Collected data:

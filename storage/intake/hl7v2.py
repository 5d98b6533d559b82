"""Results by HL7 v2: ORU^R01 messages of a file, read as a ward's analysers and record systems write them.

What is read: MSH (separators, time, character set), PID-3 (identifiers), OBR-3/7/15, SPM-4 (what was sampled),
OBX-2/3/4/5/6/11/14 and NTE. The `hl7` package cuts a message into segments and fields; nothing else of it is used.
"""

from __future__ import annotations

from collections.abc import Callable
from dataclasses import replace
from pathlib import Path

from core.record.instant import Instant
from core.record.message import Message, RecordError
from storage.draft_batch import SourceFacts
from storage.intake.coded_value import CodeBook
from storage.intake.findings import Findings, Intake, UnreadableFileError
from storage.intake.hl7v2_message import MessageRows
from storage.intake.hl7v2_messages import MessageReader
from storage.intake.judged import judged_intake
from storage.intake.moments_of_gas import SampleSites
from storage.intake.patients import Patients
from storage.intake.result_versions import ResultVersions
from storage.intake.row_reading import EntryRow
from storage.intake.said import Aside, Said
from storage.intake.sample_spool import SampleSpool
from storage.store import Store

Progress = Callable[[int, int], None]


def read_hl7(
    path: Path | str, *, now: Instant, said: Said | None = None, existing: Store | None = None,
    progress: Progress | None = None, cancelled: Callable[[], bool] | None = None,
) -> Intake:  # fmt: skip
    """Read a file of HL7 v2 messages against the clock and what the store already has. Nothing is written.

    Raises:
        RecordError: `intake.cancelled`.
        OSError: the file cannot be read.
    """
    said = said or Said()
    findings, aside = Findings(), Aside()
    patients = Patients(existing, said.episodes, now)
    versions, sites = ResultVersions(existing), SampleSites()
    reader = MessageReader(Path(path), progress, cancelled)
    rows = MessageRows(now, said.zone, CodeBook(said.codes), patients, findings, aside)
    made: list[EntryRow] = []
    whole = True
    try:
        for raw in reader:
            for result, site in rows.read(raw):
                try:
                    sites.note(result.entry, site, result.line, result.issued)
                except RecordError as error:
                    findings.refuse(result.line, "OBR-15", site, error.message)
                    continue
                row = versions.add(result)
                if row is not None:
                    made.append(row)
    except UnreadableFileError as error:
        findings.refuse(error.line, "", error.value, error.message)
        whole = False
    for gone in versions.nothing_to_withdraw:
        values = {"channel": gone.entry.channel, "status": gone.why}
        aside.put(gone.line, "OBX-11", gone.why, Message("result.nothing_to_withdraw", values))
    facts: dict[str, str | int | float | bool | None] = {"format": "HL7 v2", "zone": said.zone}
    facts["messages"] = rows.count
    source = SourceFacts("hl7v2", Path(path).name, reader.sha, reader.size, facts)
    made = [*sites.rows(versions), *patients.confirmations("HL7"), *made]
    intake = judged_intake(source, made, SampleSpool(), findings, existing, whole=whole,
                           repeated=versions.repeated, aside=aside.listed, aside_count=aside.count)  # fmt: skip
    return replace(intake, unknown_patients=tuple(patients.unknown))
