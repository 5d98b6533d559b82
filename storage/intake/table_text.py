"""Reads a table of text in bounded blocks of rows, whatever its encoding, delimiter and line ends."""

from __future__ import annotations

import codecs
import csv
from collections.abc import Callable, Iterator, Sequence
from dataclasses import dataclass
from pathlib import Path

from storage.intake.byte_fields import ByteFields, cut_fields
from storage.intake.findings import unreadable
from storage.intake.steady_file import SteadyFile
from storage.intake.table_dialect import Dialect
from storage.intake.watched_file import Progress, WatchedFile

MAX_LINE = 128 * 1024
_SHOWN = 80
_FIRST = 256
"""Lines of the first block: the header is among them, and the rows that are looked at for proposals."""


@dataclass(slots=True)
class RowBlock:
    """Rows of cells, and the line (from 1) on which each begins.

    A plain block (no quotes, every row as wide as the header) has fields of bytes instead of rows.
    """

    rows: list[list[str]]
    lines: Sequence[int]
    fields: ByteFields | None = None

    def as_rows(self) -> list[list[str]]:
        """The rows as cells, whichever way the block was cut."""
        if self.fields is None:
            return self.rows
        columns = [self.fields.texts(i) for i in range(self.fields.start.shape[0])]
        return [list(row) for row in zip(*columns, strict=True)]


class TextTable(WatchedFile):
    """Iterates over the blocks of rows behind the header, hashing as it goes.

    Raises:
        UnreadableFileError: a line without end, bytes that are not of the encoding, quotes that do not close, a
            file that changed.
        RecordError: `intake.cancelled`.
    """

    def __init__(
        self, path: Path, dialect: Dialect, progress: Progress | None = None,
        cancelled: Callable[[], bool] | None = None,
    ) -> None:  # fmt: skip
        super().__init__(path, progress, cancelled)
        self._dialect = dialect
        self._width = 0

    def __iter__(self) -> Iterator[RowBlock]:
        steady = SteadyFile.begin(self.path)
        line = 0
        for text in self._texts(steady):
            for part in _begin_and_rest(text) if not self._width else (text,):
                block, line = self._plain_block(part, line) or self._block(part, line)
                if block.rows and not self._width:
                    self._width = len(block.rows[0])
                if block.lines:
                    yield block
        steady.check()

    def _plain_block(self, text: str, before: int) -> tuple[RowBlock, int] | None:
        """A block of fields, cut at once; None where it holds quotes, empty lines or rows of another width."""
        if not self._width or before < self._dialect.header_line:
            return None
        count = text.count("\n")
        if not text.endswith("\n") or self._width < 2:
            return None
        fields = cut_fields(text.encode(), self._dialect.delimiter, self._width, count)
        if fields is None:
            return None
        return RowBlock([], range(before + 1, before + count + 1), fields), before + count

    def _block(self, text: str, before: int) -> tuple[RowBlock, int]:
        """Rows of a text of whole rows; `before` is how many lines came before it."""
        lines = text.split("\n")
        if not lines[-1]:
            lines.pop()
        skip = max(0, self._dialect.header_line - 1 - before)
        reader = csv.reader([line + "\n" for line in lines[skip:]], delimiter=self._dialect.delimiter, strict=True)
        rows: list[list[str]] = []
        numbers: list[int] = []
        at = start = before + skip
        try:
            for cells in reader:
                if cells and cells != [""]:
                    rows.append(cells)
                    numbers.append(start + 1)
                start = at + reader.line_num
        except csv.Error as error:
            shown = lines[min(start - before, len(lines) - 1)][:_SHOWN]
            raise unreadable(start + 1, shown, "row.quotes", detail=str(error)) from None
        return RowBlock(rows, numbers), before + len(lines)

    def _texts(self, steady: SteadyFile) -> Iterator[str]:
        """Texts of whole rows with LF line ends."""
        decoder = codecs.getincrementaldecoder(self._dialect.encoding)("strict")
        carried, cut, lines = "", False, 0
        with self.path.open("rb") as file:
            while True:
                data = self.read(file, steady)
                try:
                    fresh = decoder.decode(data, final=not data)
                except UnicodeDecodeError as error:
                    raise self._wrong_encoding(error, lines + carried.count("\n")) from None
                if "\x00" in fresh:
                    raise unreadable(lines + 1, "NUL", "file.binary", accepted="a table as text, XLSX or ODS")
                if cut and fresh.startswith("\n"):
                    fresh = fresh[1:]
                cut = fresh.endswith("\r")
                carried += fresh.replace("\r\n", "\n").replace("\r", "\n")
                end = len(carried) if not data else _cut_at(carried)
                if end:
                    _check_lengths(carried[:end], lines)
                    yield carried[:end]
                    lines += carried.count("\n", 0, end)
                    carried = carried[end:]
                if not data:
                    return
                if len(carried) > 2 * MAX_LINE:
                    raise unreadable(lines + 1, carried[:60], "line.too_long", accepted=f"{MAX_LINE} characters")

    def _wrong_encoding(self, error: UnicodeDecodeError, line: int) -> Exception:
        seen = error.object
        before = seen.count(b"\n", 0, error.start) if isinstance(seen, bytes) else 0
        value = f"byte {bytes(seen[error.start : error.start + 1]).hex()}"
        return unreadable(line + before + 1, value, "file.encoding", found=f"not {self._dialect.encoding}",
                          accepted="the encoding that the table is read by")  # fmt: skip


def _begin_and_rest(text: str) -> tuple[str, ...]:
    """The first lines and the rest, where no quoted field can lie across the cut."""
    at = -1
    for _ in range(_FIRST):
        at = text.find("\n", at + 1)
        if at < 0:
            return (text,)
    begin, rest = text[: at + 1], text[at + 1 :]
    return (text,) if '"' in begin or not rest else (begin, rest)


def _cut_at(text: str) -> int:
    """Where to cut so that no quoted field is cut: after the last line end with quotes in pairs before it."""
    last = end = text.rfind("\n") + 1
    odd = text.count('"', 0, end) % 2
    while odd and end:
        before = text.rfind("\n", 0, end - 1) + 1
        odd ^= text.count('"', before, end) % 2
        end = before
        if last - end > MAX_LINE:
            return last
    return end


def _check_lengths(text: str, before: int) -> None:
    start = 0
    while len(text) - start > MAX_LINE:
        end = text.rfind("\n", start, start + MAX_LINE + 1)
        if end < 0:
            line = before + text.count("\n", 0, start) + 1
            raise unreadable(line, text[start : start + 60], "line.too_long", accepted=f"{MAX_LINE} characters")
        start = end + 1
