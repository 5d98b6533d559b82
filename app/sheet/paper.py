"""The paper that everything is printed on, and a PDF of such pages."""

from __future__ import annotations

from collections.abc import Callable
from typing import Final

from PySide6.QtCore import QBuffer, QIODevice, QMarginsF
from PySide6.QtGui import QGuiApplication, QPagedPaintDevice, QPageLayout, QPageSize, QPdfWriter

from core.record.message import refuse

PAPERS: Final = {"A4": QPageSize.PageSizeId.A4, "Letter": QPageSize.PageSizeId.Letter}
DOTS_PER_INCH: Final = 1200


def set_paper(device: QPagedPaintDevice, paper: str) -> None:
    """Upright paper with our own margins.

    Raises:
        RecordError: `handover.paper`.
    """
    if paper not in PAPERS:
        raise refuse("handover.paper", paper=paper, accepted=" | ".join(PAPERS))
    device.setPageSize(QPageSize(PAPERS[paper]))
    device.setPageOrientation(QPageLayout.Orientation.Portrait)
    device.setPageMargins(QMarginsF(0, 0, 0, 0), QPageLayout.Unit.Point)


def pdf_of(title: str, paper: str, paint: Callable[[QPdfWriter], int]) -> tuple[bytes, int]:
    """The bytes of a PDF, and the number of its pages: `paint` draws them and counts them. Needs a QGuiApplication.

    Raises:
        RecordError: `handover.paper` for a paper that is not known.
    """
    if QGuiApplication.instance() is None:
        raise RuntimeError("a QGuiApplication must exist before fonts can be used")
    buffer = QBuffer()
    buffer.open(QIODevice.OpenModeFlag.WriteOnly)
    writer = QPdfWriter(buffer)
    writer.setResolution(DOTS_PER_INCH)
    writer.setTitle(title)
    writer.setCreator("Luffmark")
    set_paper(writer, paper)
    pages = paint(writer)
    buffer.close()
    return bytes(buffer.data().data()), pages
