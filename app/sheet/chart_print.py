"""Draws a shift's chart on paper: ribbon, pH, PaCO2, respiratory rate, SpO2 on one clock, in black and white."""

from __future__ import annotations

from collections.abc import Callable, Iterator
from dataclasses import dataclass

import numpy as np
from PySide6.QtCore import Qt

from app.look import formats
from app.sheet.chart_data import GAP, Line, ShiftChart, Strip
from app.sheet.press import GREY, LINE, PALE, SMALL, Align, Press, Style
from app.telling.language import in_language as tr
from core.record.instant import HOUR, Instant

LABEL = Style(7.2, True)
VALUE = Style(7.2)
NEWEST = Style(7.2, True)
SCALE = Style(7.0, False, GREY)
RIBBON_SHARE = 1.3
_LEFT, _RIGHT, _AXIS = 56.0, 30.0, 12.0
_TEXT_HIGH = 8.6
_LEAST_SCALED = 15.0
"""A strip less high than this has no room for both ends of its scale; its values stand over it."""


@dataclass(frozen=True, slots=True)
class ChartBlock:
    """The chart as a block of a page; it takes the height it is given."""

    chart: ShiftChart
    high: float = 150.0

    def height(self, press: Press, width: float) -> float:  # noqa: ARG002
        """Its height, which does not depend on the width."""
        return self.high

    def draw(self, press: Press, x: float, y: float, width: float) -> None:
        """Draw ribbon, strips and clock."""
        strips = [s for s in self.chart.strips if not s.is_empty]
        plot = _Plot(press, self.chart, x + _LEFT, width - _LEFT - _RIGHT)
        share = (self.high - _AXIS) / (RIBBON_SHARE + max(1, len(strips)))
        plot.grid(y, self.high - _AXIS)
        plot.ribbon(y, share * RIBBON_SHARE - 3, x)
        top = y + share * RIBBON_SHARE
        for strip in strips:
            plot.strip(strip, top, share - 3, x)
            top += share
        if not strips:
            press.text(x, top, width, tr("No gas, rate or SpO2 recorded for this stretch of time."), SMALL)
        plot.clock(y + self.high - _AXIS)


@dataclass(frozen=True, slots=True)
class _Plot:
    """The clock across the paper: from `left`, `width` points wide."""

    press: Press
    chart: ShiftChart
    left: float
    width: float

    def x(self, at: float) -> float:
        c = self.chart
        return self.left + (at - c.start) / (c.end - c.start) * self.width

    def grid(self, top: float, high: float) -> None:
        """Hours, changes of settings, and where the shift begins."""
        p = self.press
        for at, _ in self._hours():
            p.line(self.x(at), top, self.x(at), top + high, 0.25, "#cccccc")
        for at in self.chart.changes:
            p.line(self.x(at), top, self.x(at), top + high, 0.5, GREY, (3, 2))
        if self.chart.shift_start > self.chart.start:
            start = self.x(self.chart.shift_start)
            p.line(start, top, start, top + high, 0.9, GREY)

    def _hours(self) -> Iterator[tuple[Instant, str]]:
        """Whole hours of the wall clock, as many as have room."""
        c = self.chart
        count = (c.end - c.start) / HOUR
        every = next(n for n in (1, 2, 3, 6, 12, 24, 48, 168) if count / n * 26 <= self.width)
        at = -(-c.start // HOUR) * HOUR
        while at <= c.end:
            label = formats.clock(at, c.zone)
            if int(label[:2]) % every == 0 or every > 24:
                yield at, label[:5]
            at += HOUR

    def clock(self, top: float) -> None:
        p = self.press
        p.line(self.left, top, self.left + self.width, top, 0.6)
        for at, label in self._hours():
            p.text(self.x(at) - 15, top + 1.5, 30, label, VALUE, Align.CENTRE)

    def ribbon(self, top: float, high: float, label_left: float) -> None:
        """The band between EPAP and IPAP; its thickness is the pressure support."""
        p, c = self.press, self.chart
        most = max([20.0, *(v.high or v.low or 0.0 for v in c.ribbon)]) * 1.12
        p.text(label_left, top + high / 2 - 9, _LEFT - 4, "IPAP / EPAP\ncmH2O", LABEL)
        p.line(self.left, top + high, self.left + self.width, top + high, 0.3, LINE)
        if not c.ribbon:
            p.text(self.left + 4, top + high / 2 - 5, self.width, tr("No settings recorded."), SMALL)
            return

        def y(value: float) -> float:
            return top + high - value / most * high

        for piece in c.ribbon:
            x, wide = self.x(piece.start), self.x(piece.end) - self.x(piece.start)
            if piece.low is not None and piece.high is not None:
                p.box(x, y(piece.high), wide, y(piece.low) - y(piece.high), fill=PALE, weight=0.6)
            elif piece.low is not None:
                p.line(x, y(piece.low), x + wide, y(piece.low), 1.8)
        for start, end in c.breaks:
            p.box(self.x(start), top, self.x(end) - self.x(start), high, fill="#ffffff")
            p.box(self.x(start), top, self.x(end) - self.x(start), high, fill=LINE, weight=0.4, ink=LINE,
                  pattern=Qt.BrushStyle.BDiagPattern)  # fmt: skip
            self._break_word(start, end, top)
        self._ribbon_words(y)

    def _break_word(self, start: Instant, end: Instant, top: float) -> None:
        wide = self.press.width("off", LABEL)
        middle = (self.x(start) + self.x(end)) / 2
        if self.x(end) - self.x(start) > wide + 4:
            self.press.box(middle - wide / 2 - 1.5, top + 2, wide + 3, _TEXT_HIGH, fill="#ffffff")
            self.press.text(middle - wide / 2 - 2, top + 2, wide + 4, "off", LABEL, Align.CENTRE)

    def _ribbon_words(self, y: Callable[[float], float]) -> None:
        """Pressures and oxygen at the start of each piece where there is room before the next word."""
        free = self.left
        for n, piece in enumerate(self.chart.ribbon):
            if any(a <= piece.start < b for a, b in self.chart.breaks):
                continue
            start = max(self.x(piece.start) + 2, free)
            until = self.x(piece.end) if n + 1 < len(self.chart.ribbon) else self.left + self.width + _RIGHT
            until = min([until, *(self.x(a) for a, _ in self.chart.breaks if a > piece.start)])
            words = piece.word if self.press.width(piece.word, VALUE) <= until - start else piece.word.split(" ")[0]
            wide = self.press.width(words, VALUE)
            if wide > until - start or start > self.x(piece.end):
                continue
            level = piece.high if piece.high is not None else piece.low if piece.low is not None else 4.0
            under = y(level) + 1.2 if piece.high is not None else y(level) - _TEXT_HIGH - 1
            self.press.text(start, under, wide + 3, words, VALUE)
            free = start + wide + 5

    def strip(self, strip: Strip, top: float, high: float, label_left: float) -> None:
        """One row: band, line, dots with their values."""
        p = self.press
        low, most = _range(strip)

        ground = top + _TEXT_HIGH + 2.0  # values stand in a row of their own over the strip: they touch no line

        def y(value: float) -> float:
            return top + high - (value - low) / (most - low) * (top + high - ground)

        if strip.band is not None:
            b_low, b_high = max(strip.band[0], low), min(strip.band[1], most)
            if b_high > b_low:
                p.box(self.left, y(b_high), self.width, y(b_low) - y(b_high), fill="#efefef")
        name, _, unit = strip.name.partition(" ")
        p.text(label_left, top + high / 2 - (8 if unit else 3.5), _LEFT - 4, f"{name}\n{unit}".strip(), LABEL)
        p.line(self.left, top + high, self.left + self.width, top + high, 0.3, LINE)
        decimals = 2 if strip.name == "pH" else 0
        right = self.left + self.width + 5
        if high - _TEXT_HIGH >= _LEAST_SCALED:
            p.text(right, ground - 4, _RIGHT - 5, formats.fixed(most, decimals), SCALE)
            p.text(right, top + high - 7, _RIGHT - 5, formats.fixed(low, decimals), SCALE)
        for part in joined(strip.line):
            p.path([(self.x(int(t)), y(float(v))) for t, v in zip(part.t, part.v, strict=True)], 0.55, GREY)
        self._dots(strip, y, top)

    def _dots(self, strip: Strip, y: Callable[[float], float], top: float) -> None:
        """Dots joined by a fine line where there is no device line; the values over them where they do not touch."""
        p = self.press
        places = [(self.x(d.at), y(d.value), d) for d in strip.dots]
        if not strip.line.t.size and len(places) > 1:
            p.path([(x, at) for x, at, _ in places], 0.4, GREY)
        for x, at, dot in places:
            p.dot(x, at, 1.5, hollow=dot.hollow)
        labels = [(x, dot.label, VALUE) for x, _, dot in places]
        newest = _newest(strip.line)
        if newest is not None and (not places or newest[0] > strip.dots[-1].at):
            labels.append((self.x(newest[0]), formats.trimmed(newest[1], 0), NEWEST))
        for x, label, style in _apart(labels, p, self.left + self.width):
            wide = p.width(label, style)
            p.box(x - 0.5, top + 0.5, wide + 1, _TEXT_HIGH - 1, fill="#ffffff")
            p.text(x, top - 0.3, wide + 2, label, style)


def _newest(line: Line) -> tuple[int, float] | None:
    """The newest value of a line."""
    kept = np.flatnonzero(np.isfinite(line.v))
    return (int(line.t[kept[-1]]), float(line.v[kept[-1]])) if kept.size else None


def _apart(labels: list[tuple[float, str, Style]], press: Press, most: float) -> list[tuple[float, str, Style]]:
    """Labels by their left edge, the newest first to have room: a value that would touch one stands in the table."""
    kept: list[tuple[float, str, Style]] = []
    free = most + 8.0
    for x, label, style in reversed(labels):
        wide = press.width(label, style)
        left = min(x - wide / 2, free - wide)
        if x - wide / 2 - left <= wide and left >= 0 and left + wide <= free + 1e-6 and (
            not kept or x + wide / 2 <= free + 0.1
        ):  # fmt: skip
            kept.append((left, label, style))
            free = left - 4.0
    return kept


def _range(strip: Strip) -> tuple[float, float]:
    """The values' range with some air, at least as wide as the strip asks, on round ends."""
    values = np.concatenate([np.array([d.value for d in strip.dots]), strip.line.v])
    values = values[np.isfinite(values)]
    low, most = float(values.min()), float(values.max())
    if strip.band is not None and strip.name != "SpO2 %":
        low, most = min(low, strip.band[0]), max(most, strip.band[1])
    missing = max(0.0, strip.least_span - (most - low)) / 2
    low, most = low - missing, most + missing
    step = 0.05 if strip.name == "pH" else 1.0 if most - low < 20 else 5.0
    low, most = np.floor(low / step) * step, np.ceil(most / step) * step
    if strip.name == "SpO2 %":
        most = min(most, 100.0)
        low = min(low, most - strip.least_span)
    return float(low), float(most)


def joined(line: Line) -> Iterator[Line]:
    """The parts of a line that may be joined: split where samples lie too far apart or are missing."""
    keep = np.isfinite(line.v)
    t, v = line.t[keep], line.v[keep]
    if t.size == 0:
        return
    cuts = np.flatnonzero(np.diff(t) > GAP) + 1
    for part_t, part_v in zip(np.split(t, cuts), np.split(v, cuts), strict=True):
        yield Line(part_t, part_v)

- _Prompt_:
Your answer should consist of all lines above that include the string "used".

- _Answer to the exercise_:
OBX-2/3/4/5/6/11/14 and NTE. The `hl7` package cuts a message into segments and fields; nothing else of it is used.
        raise RuntimeError("a QGuiApplication must exist before fonts can be used")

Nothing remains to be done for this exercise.